**Task**
Retype, word for word, every line from the one holding "let text = digest(&typed);" through the one holding "use ropewalk_service::decode::Work;" in the entries below, both included, and only those lines.

**Source information**
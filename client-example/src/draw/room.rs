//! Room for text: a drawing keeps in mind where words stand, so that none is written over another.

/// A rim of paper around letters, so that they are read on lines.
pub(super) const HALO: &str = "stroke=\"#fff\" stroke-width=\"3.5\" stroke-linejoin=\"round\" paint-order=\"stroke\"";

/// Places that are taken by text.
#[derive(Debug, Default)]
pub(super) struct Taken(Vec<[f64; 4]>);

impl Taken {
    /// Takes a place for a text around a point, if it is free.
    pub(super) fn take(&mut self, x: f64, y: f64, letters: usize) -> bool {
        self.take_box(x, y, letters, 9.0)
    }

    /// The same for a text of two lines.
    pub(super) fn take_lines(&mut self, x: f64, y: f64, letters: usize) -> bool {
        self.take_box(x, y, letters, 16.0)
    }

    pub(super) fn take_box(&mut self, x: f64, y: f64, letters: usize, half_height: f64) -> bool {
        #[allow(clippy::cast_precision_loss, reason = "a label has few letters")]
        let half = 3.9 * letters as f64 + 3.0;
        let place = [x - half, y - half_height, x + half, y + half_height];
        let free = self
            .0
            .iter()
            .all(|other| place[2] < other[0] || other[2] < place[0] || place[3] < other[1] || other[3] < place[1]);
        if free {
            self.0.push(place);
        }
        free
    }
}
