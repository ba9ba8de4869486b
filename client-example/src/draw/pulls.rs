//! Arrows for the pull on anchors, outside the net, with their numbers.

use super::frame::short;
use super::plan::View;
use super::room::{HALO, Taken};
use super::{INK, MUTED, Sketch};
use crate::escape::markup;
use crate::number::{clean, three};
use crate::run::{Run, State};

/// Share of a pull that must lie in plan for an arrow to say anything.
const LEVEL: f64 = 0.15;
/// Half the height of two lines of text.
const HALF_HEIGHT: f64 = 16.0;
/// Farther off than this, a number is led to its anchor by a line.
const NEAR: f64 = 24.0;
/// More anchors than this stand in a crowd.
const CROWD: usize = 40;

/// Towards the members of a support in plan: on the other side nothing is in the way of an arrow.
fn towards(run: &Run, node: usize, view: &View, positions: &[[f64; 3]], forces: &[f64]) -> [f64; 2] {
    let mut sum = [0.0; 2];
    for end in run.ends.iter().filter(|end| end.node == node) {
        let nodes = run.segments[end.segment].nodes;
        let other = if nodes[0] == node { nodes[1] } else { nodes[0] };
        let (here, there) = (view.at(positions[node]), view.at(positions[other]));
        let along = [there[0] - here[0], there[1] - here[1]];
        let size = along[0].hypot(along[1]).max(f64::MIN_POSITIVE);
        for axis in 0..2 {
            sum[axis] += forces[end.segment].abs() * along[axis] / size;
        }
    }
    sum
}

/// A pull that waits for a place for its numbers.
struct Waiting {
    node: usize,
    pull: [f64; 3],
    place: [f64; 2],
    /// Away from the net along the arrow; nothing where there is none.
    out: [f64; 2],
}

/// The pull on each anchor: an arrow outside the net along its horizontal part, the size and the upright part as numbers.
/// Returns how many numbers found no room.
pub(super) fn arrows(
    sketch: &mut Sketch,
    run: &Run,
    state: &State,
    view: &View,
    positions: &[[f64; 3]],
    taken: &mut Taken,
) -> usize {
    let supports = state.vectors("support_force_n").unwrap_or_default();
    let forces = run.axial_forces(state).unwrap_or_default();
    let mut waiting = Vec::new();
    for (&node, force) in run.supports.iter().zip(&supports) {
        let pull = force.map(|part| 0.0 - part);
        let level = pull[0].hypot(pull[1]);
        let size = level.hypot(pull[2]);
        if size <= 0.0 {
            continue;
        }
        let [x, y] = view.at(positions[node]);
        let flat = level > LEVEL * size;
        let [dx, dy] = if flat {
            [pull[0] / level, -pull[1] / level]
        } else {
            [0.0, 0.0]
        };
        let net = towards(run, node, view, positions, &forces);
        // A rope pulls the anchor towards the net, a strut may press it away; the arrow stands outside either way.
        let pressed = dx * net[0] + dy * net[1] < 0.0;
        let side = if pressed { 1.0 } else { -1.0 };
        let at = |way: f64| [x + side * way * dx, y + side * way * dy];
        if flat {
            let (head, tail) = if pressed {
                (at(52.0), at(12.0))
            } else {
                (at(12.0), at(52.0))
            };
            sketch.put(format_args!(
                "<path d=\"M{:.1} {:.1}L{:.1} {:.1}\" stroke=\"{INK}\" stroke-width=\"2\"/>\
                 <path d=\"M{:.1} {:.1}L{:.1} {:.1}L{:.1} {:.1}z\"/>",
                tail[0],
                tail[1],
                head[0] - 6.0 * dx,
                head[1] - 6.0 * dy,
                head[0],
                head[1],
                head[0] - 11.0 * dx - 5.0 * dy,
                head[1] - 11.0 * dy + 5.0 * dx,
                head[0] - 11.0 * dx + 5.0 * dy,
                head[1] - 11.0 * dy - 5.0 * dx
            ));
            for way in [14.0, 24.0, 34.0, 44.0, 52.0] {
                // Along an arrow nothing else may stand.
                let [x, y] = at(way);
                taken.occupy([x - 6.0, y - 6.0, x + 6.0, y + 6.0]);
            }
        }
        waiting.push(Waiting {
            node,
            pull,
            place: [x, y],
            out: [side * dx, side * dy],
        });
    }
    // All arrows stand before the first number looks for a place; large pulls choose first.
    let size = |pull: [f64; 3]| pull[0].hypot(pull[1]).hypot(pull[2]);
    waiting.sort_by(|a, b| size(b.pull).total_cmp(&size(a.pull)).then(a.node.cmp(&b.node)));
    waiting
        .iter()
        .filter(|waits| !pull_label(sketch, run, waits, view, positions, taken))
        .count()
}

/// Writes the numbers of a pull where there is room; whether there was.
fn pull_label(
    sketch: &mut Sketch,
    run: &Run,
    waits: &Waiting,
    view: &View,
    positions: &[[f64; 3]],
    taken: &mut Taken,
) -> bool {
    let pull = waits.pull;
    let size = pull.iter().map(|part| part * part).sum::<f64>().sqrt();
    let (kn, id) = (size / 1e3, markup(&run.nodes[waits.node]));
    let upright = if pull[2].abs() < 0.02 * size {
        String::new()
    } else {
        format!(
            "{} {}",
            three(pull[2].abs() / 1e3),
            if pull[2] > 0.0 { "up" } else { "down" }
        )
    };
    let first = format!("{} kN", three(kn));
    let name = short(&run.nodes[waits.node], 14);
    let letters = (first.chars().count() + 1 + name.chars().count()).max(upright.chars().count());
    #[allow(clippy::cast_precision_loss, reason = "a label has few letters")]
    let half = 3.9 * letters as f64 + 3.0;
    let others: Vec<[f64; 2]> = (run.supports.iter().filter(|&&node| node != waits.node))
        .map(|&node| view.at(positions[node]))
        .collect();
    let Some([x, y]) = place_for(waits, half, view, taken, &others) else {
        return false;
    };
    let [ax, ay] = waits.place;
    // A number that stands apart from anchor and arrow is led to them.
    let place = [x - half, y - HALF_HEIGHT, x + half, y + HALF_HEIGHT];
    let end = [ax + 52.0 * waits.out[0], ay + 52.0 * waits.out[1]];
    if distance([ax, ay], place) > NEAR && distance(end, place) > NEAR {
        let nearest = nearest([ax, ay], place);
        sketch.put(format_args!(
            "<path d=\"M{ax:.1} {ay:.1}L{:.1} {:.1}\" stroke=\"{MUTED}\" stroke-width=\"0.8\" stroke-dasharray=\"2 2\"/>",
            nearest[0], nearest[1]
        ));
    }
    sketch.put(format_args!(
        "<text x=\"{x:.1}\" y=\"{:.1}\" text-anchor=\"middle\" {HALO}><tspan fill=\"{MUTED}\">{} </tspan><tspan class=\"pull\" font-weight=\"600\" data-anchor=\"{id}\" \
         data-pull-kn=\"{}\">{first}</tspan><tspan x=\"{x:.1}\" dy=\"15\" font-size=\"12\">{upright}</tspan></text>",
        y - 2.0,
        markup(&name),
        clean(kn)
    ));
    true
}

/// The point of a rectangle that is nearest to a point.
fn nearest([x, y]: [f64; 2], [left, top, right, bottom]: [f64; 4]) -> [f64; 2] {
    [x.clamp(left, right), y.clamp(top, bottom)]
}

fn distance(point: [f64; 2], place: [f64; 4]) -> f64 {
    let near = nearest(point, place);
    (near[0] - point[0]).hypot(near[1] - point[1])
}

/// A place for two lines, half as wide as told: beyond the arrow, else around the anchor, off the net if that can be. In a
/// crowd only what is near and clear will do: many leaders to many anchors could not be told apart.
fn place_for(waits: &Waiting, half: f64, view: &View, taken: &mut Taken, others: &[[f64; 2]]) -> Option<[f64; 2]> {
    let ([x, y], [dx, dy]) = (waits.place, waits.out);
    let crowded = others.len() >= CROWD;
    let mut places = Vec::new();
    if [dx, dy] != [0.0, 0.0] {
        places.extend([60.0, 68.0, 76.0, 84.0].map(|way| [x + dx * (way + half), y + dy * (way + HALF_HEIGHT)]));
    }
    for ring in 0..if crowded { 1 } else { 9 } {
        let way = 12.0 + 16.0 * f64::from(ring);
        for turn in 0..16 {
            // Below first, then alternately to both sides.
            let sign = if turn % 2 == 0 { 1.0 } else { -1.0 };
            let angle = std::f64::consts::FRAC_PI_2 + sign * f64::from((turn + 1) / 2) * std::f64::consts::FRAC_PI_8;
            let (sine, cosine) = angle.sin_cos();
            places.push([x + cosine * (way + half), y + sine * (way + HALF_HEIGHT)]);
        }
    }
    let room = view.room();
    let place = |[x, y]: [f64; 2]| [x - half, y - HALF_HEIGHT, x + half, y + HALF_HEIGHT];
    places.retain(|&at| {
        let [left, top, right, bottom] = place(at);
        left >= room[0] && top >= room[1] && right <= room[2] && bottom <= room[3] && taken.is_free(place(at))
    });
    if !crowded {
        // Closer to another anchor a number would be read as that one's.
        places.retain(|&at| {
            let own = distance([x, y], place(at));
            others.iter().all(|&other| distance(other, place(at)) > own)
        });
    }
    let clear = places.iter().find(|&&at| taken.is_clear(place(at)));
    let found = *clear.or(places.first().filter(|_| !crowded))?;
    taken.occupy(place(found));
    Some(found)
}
...
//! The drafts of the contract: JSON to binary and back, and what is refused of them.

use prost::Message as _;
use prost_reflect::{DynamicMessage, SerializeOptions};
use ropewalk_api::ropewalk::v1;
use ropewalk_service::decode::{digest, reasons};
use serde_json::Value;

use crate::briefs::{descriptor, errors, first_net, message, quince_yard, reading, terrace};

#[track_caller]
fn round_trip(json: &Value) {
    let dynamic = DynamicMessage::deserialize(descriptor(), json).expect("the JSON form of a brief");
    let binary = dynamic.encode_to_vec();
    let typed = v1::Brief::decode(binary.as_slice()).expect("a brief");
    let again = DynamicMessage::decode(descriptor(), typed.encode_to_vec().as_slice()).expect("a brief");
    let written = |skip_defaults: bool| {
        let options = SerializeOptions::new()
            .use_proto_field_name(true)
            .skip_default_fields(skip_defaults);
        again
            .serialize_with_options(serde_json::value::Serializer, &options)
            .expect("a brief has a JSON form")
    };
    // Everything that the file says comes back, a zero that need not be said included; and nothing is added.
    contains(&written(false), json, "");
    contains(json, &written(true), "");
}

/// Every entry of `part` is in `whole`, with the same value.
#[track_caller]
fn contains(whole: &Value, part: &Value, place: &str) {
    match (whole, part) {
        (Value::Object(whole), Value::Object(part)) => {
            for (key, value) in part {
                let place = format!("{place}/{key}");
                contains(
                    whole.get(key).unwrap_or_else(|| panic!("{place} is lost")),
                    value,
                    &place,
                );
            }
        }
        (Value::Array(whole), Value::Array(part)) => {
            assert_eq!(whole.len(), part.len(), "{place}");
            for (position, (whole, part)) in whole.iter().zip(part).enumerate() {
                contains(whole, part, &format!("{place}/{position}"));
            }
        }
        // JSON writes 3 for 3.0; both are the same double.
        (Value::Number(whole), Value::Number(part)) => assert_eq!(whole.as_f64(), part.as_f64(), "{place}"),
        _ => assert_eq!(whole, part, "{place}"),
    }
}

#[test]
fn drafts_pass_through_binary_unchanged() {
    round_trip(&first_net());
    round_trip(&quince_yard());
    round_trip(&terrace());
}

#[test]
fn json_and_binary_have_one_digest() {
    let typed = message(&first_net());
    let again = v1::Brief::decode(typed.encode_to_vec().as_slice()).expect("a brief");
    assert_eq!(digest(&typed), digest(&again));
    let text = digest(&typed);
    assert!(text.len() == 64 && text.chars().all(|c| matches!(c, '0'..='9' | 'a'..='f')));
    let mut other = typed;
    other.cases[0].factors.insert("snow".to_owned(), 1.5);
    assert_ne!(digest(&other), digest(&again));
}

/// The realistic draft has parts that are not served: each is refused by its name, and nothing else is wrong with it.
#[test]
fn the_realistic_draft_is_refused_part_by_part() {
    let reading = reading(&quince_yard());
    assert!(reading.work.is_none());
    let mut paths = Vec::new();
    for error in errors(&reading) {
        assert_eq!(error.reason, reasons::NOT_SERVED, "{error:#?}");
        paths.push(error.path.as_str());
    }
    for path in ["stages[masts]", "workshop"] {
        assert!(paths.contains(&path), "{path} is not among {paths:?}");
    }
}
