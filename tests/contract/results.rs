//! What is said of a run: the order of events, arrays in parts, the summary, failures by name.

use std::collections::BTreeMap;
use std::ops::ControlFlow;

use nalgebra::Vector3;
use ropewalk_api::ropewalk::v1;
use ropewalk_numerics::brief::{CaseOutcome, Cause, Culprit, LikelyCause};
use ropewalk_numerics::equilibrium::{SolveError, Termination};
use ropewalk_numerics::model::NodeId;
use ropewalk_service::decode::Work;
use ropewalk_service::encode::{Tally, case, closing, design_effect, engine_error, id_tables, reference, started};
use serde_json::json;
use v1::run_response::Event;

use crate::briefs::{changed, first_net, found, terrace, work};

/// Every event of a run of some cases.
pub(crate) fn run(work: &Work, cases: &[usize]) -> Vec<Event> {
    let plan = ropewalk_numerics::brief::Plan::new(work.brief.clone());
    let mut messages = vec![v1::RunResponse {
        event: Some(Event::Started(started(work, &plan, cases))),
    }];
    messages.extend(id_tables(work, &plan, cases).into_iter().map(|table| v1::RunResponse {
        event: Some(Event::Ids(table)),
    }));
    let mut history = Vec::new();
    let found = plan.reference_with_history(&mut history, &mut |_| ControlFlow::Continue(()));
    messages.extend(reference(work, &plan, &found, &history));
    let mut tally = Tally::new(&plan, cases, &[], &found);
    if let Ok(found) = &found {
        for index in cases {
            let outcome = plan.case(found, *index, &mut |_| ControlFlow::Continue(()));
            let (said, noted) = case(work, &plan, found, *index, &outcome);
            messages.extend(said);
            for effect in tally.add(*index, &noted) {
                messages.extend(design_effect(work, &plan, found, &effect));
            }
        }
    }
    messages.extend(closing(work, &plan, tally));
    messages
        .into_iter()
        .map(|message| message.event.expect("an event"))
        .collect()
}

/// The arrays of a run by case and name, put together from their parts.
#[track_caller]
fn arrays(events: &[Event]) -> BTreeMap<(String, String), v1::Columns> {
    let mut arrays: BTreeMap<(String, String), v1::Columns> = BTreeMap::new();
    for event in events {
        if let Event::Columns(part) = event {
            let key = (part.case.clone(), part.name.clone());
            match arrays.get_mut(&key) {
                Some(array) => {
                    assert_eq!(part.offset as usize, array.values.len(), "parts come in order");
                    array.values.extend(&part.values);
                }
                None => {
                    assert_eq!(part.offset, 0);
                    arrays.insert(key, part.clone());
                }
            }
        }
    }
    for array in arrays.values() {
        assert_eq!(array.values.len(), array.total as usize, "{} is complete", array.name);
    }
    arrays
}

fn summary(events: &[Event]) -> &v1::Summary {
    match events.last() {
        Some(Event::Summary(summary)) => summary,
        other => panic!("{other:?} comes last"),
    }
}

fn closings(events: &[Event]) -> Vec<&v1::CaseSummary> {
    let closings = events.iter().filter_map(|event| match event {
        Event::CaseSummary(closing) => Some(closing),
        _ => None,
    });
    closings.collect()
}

**Result for this task**
    let text = digest(&typed);
    assert!(text.len() == 64 && text.chars().all(|c| matches!(c, '0'..='9' | 'a'..='f')));
    let mut other = typed;
    other.cases[0].factors.insert("snow".to_owned(), 1.5);
    assert_ne!(digest(&other), digest(&again));
}

/// The realistic draft has parts that are not served: each is refused by its name, and nothing else is wrong with it.
#[test]
fn the_realistic_draft_is_refused_part_by_part() {
    let reading = reading(&quince_yard());
    assert!(reading.work.is_none());
    let mut paths = Vec::new();
    for error in errors(&reading) {
        assert_eq!(error.reason, reasons::NOT_SERVED, "{error:#?}");
        paths.push(error.path.as_str());
    }
    for path in ["stages[masts]", "workshop"] {
        assert!(paths.contains(&path), "{path} is not among {paths:?}");
    }
}
filename tests/contract/results.rs
//! What is said of a run: the order of events, arrays in parts, the summary, failures by name.

use std::collections::BTreeMap;
use std::ops::ControlFlow;

use nalgebra::Vector3;
use ropewalk_api::ropewalk::v1;
use ropewalk_numerics::brief::{CaseOutcome, Cause, Culprit, LikelyCause};
use ropewalk_numerics::equilibrium::{SolveError, Termination};
use ropewalk_numerics::model::NodeId;
use ropewalk_service::decode::Work;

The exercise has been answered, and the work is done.